Tuesday, January 12, 2016

Florida bobcats

Bobcats are a common cat in Floridian nature and are sometimes even confused for a panther siting. The easiest way to tell the two cats apart is the famous "bobbed tail "of the bobcat.  I encountered a very large bobcat while walking through the woods on a nature walk. I had stopped to enjoy the view, looking down on an old limestone pit and when I got up and turned the next corner a bobcat was standing in the path. The cat looked as surprised to see me as I was to see her. She was a large cat, coming up to my waist in height, but there was no mistaking the bobbed tail which was about half the length of a normal one. She was gracious enough to go behind a bush and allow me to pass by without an incident to either of us. Due to its abundance in Florida, the bobcat is not listed as endangered nor threatened. However, it is classified as a fur-bearing game animal by the Florida Game and Freshwater Fish Commission and can only be hunted during certain months of the year. In recent surveys, Florida was the only state to show a decline in bobcat numbers in recent years.

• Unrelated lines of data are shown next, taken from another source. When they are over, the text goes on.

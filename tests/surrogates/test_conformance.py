"""The conformance kit: each check fails on a learner broken in its way, and every learner passes the kit.

A kit that cannot fail is a defect: every check below is shown failing on a
deliberately broken learner (defined here), and passing on a correct one.
"""

from __future__ import annotations

import random
import time

import numpy as np
import pytest

from surrogates import Capabilities, InvalidDataError, Learner
from surrogates import conformance as kit
from surrogates.conformance import CheckFailed, CheckSkipped, check_learner, iter_checks, parametrize_with_checks
from surrogates.registry import LearnerLoadError, available_learners, learner_class, make_learner
from surrogates.testing import KIT_SLOW_LEARNERS, TINY_PARAMS, tiny_params


class Good(Learner):
    """Correct test learner: linear interpolation (reconstruct), persistence (forecast)."""

    capabilities = Capabilities(tasks={"reconstruct", "forecast"}, physics={"none", "full"}, min_samples=2)
    reference = "test double"

    def __init__(self, alpha=1.0):
        self.alpha = alpha

    def _fit(self, data, physics, budget, seed):
        tr = data.trajectories[0]
        self.t_ = tr.t.copy()
        self.y_ = tr.y.copy()

    def _predict(self, t):
        return np.stack([np.interp(t, self.t_, self.y_[:, i]) for i in range(self.dim_)], axis=1)

    def _rollout(self, y0, t, history):
        return np.repeat(y0[:, None, :], t.size, axis=1) * self.alpha ** 0

    def _n_parameters(self):
        return int(self.y_.size)


class ExtraAttribute(Good):
    def __init__(self, alpha=1.0):
        self.alpha = alpha
        self.cache = None


class ChangesParameter(Good):
    def __init__(self, alpha=1.0):
        self.alpha = float(alpha) * 2


class RandomInInit(Good):
    def __init__(self, alpha=1.0):
        self.alpha = alpha
        np.random.rand()


class ArrayParameter(Good):
    def __init__(self, alpha=np.ones(2)):  # noqa: B008 - deliberately wrong
        self.alpha = alpha


class FitReturnsNone(Good):
    def fit(self, data, physics=None, budget=None, seed=0):
        super().fit(data, physics, budget, seed)


class LearnsNothing(Good):
    def _fit(self, data, physics, budget, seed):
        pass


class ModifiesData(Good):
    def _fit(self, data, physics, budget, seed):
        data.trajectories[0].y[:] *= 2.0
        super()._fit(data, physics, budget, seed)


class LeaksAcrossFits(Good):
    def _fit(self, data, physics, budget, seed):
        super()._fit(data, physics, budget, seed)
        self.fits = getattr(self, "fits", 0) + 1  # not reset by a refit

    def _predict(self, t):
        return super()._predict(t) + self.fits


class UnfittedAttributeError(Good):
    def predict(self, t):
        return self._predict(np.asarray(t, float))  # skips the fitted check


class Nondeterministic(Good):
    def _fit(self, data, physics, budget, seed):
        super()._fit(data, physics, budget, seed)
        self.y_ = self.y_ + 1e-9 * np.random.default_rng().normal(size=self.y_.shape)  # ignores the seed


class WrongRolloutShape(Good):
    def _rollout(self, y0, t, history):
        return super()._rollout(y0, t, history)[:, :-1]


class NonFinite(Good):
    def _predict(self, t):
        out = super()._predict(t)
        out[-1, 0] = np.inf
        return out


class DriftsAtStart(Good):
    def _rollout(self, y0, t, history):
        return super()._rollout(y0, t, history) + 0.5


class NeedsHistoryBadly(Good):
    def _rollout(self, y0, t, history):
        return super()._rollout(y0, t, history) + history.shape[1] * 0.0  # AttributeError on None


class IgnoresBudget(Good):
    def _fit(self, data, physics, budget, seed):
        time.sleep(0.4)  # trains its fixed amount whatever the budget says
        super()._fit(data, physics, budget, seed)


class OnlyThreeDimensions(Good):
    def _fit(self, data, physics, budget, seed):
        super()._fit(data, physics, budget, seed)
        self.w_ = np.eye(3) @ self.y_[0]  # breaks for d != 3


class SeedsGlobalGenerators(Good):
    def _fit(self, data, physics, budget, seed):
        np.random.seed(seed)
        random.seed(seed)
        super()._fit(data, physics, budget, seed)


class IgnoresWrongDimension(Good):
    def rollout(self, y0, t, history=None):
        y0 = np.atleast_2d(y0)
        return np.repeat(y0[:, None, :], np.size(t), axis=1)


class SkipsValidation(Good):
    def fit(self, data, physics=None, budget=None, seed=0):
        self._reset_fitted()
        self.dim_ = data.dim
        self._fit(data, physics, budget, seed)
        self.is_fitted_ = True
        return self


class RejectsIrregularSilently(Good):
    def _fit(self, data, physics, budget, seed):
        if not data.trajectories[0].regular:
            raise InvalidDataError("irregular")
        super()._fit(data, physics, budget, seed)


class CrashesWithFullPhysics(Good):
    def _fit(self, data, physics, budget, seed):
        if physics.level == "full":
            raise RuntimeError("full physics not really supported")
        super()._fit(data, physics, budget, seed)


class AcceptsUnknowns(SkipsValidation):
    pass


class BadGetParams(Good):
    def get_params(self):
        return {"alpha": self.alpha + 1.0}


class CloneReturnsSelf(Good):
    def clone(self):
        return self


class OnlyUnitScale(Good):
    def _fit(self, data, physics, budget, seed):
        if np.abs(data.trajectories[0].y).max() > 10.0:
            raise InvalidDataError("refuses data off the unit scale")
        super()._fit(data, physics, budget, seed)


BROKEN = [
    (BadGetParams, "get_params_round_trip"),
    (CloneReturnsSelf, "clone"),
    (OnlyUnitScale, "dimension_3"),
    (ExtraAttribute, "constructor_stores_only_params"),
    (ChangesParameter, "constructor_stores_only_params"),
    (RandomInInit, "init_no_arrays_or_random"),
    (ArrayParameter, "init_no_arrays_or_random"),
    (FitReturnsNone, "fit_returns_self"),
    (LearnsNothing, "fit_returns_self"),
    (ModifiesData, "fit_does_not_modify_data"),
    (LeaksAcrossFits, "refit_replaces"),
    (UnfittedAttributeError, "unfitted_raises"),
    (Nondeterministic, "deterministic"),
    (WrongRolloutShape, "output_shapes_and_dtypes"),
    (NonFinite, "finite_output"),
    (DriftsAtStart, "rollout_starts_at_y0"),
    (NeedsHistoryBadly, "rollout_without_history"),
    (IgnoresBudget, "budget_iterations"),
    (IgnoresBudget, "budget_seconds"),
    (OnlyThreeDimensions, "dimension_6"),
    (SeedsGlobalGenerators, "global_state_untouched"),
    (IgnoresWrongDimension, "rollout_wrong_dimension"),
    (SkipsValidation, "nan_training_data"),
    (SkipsValidation, "too_few_samples"),
    (SkipsValidation, "unsupported_physics"),
    (RejectsIrregularSilently, "irregular_sampling"),
    (CrashesWithFullPhysics, "physics_levels"),
    (AcceptsUnknowns, "identify_applicability"),
]


@pytest.fixture
def fast_budget_limits(monkeypatch):
    """Budget limits small enough that a 0.4 s fit exceeds them (limit 0.1 s and 0.15 s)."""
    monkeypatch.setattr(kit, "BUDGET_FACTOR", 1.0)
    monkeypatch.setattr(kit, "BUDGET_GRACE_S", 0.1)
    monkeypatch.setattr(kit, "BUDGET_SECONDS", 0.05)


@pytest.fixture
def restore_global_random():
    np_state, py_state = np.random.get_state(), random.getstate()
    yield
    np.random.set_state(np_state)
    random.setstate(py_state)


def test_every_check_is_exercised_by_a_broken_learner():
    names = {name for name, _ in iter_checks(Good())}
    assert names == {check for _, check in BROKEN}


@pytest.mark.usefixtures("fast_budget_limits", "restore_global_random")
@pytest.mark.parametrize("cls, check_name", BROKEN, ids=[f"{c.__name__}-{n}" for c, n in BROKEN])
def test_broken_learner_fails_its_check(cls, check_name):
    checks = dict(iter_checks(cls()))
    with pytest.raises(CheckFailed):
        checks[check_name]()
    # the correct learner passes the same check
    try:
        dict(iter_checks(Good()))[check_name]()
    except CheckSkipped:
        pass


def test_good_learner_passes_every_check():
    results = check_learner(Good)
    assert [r.name for r in results if not r.passed] == []
    assert [r.name for r in results if r.skipped] == []  # every check applies to Good


def test_check_learner_reports_reason_without_raising():
    results = {r.name: r for r in check_learner(DriftsAtStart())}
    assert not results["rollout_starts_at_y0"].passed
    assert results["rollout_starts_at_y0"].reason.startswith("rollout[:, 0] differs from y0 by 0.5")
    assert results["fit_returns_self"].passed and results["fit_returns_self"].reason == ""


def test_unexpected_exception_is_a_failure_with_its_type():
    results = {r.name: r for r in check_learner(CrashesWithFullPhysics)}
    assert not results["physics_levels"].passed
    assert results["physics_levels"].reason == "RuntimeError: full physics not really supported"


def test_parametrize_with_checks_ids_name_learner_and_check():
    mark = parametrize_with_checks(["persistence", Good()])
    argname, cases = mark.args
    ids = [c.id for c in cases]
    assert argname == "check"
    assert "persistence-fit_returns_self" in ids and "Good-rollout_starts_at_y0" in ids
    assert len(ids) == 2 * len(kit.CHECK_NAMES)


def test_kit_problems_are_integrated_accurately():
    # closed form of the damped rotation: x + i y = (x0 + i y0) exp((-c + i w) t), z = z0 exp(-g t)
    pb = kit.PROBLEMS["rotation"]
    t, y = pb.trajectory()
    p = pb.params
    w = (y[0, 0] + 1j * y[0, 1]) * np.exp((-p["damping"] + 1j * p["omega"]) * t)
    assert np.max(np.abs(y[:, 0] - w.real)) < 1e-9
    assert np.max(np.abs(y[:, 2] - y[0, 2] * np.exp(-p["decay"] * t))) < 1e-9
    # the chain and Henon-Heiles conserve their Hamiltonians (closed-form invariant)
    for name in ("chain", "henon_heiles"):
        pb = kit.PROBLEMS[name]
        _, y = pb.trajectory()
        energy = np.array([pb.hamiltonian(row, pb.params) for row in y])
        assert np.ptp(energy) < 1e-9 * max(1.0, abs(energy[0]))


# ----------------------------------------------------------------------------
# every registered learner that imports passes the kit. The fitting checks of
# learners without a tiny entry in surrogates.testing.TINY_PARAMS (their
# defaults are benchmark-sized) and of KIT_SLOW_LEARNERS (JAX compiles) run
# only with -m slow; the checks that need no fit run for every learner.
# ----------------------------------------------------------------------------

def _registered_cases():
    cases = []
    for name in available_learners():
        try:
            learner_class(name)
        except LearnerLoadError:
            continue  # reported by `lyapbench learners`; not this test's business
        heavy = name not in TINY_PARAMS or name in KIT_SLOW_LEARNERS
        model = make_learner(name, **tiny_params(name))
        for check_name, check in iter_checks(model):
            marks = (pytest.mark.slow,) if heavy and check_name not in kit.CHECKS_WITHOUT_FIT else ()
            cases.append(pytest.param(check, id=f"{name}-{check_name}", marks=marks))
    return cases


def test_checks_without_fit_do_not_fit():
    class Unfittable(Good):
        def _fit(self, data, physics, budget, seed):
            raise AssertionError("fit reached")

    checks = dict(iter_checks(Unfittable()))
    for name in kit.CHECKS_WITHOUT_FIT:
        try:
            checks[name]()
        except CheckSkipped:
            pass


@pytest.mark.parametrize("check", _registered_cases())
def test_registered_learner_passes_kit(check):
    try:
        check()
    except CheckSkipped as exc:
        pytest.skip(str(exc))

 As we see in this photograph that was in the Citrus County Chronicle, the bobcat's environment and man's environment often overlap, According to FWC, bobcats den and rest in thick patches of saw palmetto and dense shrub. Bobcats tend to weigh between 12 pounds and 28 pounds, sport a short “bobbed” tail, and prey on small animals such as rabbits, rodents, birds and occasionally deer. They help control populations of other species that may be considered household or yard pests, including rodents and rabbits.